Fantasies For Bassoon
Franz SCHUBERT (1797-1828)
Sonata, D.821 ‘Arpeggione’ [24:29]
Serge RACHMANINOFF (1873-1943)
Gustav SCHRECK (1849-1918)
Sonata, Opus 9 [15:50]
Louis SPOHR (1784-1859)
Edward ELGAR (1857-1934)
Salut d’Amour, Opus 12 [2:56]
Robert SCHUMANN (1810-1856)
Fantasiestücke, Opus 73 [10:31]
Karen Geoghegan (bassoon), Philip Edward Fisher (piano)
rec. 11-12 April 2011, Potton Hall, Dunwich, Suffolk. DDD
CHANDOS CHAN 10703 [66:45]
Young bassoon virtuoso Karen Geoghegan first came to public attention through the BBC’s Classical Star programme. At the time still a student at the Royal Academy of Music, she has since performed at various well-known venues, including the Wigmore Hall and as part of the BBC Proms.
This disc is the latest in a series of recordings for Chandos, and comprises a collection of works which (apart from the Schreck) were not originally composed for bassoon. Schubert’s Arpeggione Sonata was written for the arpeggione, a now obsolete type of bowed guitar. It is now heard on a variety of instruments, including viola, cello and flute. The version here for bassoon works well, with the instrument’s tenor pitch range well suited to the tessitura of the music. This is an enjoyable rendition, with a lovely singing tone on the bassoon and well phrased lines, especially in the slow movement, which is beautifully played. The piano playing by Philip Edward Fisher is warm, sensitive and beautifully executed. Overall, I feel the balance favours the piano slightly over the bassoon, and the mic positioning on the bassoon allows breaths and key noises to be clearly audible. While this is undoubtedly part of the nature of wind instrument performance and adds a sense of naturalness to the recording, I found some of the quickly snatched breaths a little distracting.
Gustav Schreck’s op. 9 bassoon Sonata was composed in around 1880. Schreck taught in Finland and Leipzig and held the well-respected post of Cantor at St Thomas’ Church. The three movement sonata has charm and some enjoyable harmonic progressions. This lyrical work has some powerful piano writing which occasionally overtook the bassoon in terms of balance, but this is a dynamic and committed performance. Schreck’s compositional style has hints of Brahms, with chromatic twists and vocal-style melodic lines. The final movement has a sense of bravura and flair, and some challenging writing for both instruments.
Schumann’s Fantaisiestücke were written for clarinet and later arranged for violin and cello. The three interlocking pieces share melodic material and become gradually faster as the music progresses. The pieces work well on the bassoon, and there is a sense of organic development throughout this performance.
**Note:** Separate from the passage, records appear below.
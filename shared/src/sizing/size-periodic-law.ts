import { seekingLaws } from '../seeking/seeking-laws.js';
import { curvatureDoubt } from './curvature-doubt.js';
import type { LawParameters, LawPrediction, LawSize } from './law-size.types.js';
import { loopKinds, type PeriodicLawId } from './loop-kinds.js';
import { newtonRates, periodicParameters, periodOf, type PeriodicCase } from './periodic-parameters.js';
import {
  inverseDiagonal,
  leastMargins,
  predictGradientLaw,
  predictNewtonLaw,
  ratesOf,
  slopeDensity,
} from './predict-law.js';
import { noiseShare, sizeLoops, type SizedLoops } from './size-loops.js';
import { remarksOn } from './sizing-remarks.js';
import type { CheckedDemands, CheckedPlant } from './sizing-plant.schema.js';

/**
 * Sizes a law with periodic dithers. Rate κ: the least of ω/12, ωl/8, a quarter of the distance of the dithers'
 * lines, and what noise allows (it may add a quarter of the allowed loss); a curvature that is known badly slows it
 * by 1 + 2·(relative standard error). Gains: k_i = κ/(ρ_i·f_ii·c), with c the largest eigenvalue of the curvature in
 * units in which each actuator's own is 1, so that the fastest direction converges with κ.
 *
 * - discrete: the same in scans; its washout (z − 1)/(z + h) with h = −(1 − x)/(1 + x), x = ωh·dt/2, is 1 + x times
 *   the washout that the bilinear rule makes.
 * - newton: rate κ/ρ with the smallest ρ; Γ⁻¹ begins at the surveyed curvature, the whole matrix, and follows its
 *   estimate with κ·λ²/4, or slower where noise would scatter it by more than λ/5: its own demodulation,
 *   (8/a²)·cos 2ωt, makes a variance of 16σ²·dt·ωr/a⁴ of white noise. λ is the smallest eigenvalue of the curvature in
 *   units in which each actuator's own is 1; on a ridge an error there makes one 1/λ times as large of the inverse.
 * - least-squares: a memory of one longest period, which cuts noise as a low-pass of the corner 1/(m·T) does.
 * - bounded-rate: cannot make up for a lag, which so costs cos λ. Its phase k·y must stay below half a rad for the
 *   noise and below a rad for the swing of the objective at the distance of the start: κ ≤ a²ωf''/(4σ)·ρ and
 *   κ ≤ ω·ρ/(4·distance).
 * - slope: what the demodulation shows of the wanted slope is ρ of it.
 * - constrained: the reserve is what dithers and scatter make of the constrained quantity, Σ|h_i|·a_i, a quarter of it for the wandering of the estimate, and two
 *   standard deviations of its low-passed noise; the margin may shrink with κ.
 *
 * @source averaging: M. Krstić and H.-H. Wang (2000), Automatica 36:595–601; K. B. Ariyur and M. Krstić (2003),
 * "Real-Time Optimization by Extremum-Seeking Control"; A. Ghaffari, M. Krstić and D. Nešić (2012), Automatica
 * 48:1759–1767; A. Scheinker and M. Krstić (2014), Systems & Control Letters 63:25–31 (all from memory); the
 * variances are integrals of filtered white noise, the numbers are chosen here
 */
export function sizePeriodicLaw<Id extends PeriodicLawId>(
  lawId: Id,
  plant: CheckedPlant,
  demands: CheckedDemands,
): LawSize<Id> {
  const sized = sizeLoops(plant, demands, loopKinds[lawId]);
  if (lawId === 'discrete') raiseByDifference(sized);
  const { rate, rateLimitedBy } = rateOf(lawId, plant, demands, sized);
  const gains = sized.axes.map(({ share, curvature }) => rate / (share * curvature * sized.coupling));
  const known: PeriodicCase = { plant, demands, sized, rate, gains };
  const predicted =
    lawId === 'newton'
      ? predictNewtonLaw(plant, sized, newtonRates(sized, rate))
      : predictGradientLaw(plant, sized, gains, ratesOf(plant, rate));
  const margins = leastMargins(sized, rate);
  const remarks = remarksOn({ lawId, plant, demands, sized, predicted, margins });
  const kept = Number.isFinite(predicted.convergenceS) ? predicted : { ...predicted, convergenceS: null };
  return {
    lawId,
    parameters: seekingLaws[lawId].parametersSchema.parse(
      periodicParameters[lawId](known),
    ) as LawParameters<Id>,
    ditherPeriodsS: sized.axes.map(periodOf),
    amplitudes: sized.axes.map(({ amplitude }) => amplitude),
    amplitudesLimitedBy: sized.axes.map(({ limitedBy }) => limitedBy),
    ratePerS: rate,
    rateLimitedBy,
    predicted: kept,
    unpredicted: unpredictedOf(kept),
    margins,
    remarks,
  };
}

function unpredictedOf(predicted: LawPrediction): LawSize['unpredicted'] {
  if (predicted.convergenceS !== null) return {};
  return {
    convergenceS: 'The curvature is not positive in every direction, so that no rate holds everywhere.',
  };
}

/** The washout (z − 1)/(z + h) passes 1 + x times what that of the bilinear rule passes. */
function raiseByDifference({ axes }: SizedLoops): void {
  for (const axis of axes) {
    const raised = 1 + (axis.loop.washoutRadPerS * axis.loop.scanS) / 2;
    axis.share *= raised;
    axis.noise *= raised;
  }
}

function rateOf(
  lawId: PeriodicLawId,
  plant: CheckedPlant,
  demands: CheckedDemands,
  sized: SizedLoops,
): { rate: number; rateLimitedBy: NonNullable<LawSize['rateLimitedBy']> } {
  const limits = {
    'time-scales': sized.byTimeScales / (1 + 2 * curvatureDoubt(plant)),
    noise: (noiseShare * demands.lossAllowed) / noiseLossPerRate(lawId, plant, sized),
    distance: Infinity,
  };
  if (lawId === 'bounded-rate') {
    const eachOf = sized.axes.map(({ loop, share, amplitude, curvature, noise }) => ({
      noise: (amplitude ** 2 * loop.omegaRadPerS * curvature * share) / (4 * noise),
      distance: (loop.omegaRadPerS * share) / (4 * demands.distanceAmplitudes),
    }));
    limits.noise = Math.min(limits.noise, ...eachOf.map((each) => each.noise));
    limits.distance = Math.min(...eachOf.map((each) => each.distance));
  }
  const names = ['time-scales', 'noise', 'distance'] as const;
  const rateLimitedBy = names.reduce((a, b) => (limits[b] < limits[a] ? b : a));
  return { rate: limits[rateLimitedBy], rateLimitedBy };
}

function noiseLossPerRate(lawId: PeriodicLawId, plant: CheckedPlant, { axes, coupling }: SizedLoops): number {
  const inverse = lawId === 'newton' ? inverseDiagonal(plant.curvature) : null;
  return axes.reduce((sum, axis, i) => {
    const spread = inverse ? inverse[i]! : 1 / (axis.curvature * coupling);
    return sum + (slopeDensity(axis) * spread) / (4 * axis.share ** 2);
  }, 0);
}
In addition to the major works, some shorter pieces are included here too. Rachmaninov’s famous Vocalise is extremely well suited to the bassoon, and the playing here is stunning from both performers. Spohr’s Adagio was originally written for violin and harp but the composer also made a transcription for cello and piano. The musicianship of both players is clearly in evidence here, with some poignant tone colours and a good sense of partnership throughout. Elgar’s Salut d’Amour is an enjoyable and somewhat lighter addition which is warm and lyrical throughout.
Overall, this is an enjoyable disc in which Geoghegan maintains the high standards to which we have become accustomed. It is a delight to hear the bassoon in a recital role, and Geoghegan’s work demonstrates the capabilities of the instrument in a way which is constantly convincing.
Geoghegan’s work demonstrates the capabilities of the instrument in a way which is constantly convincing.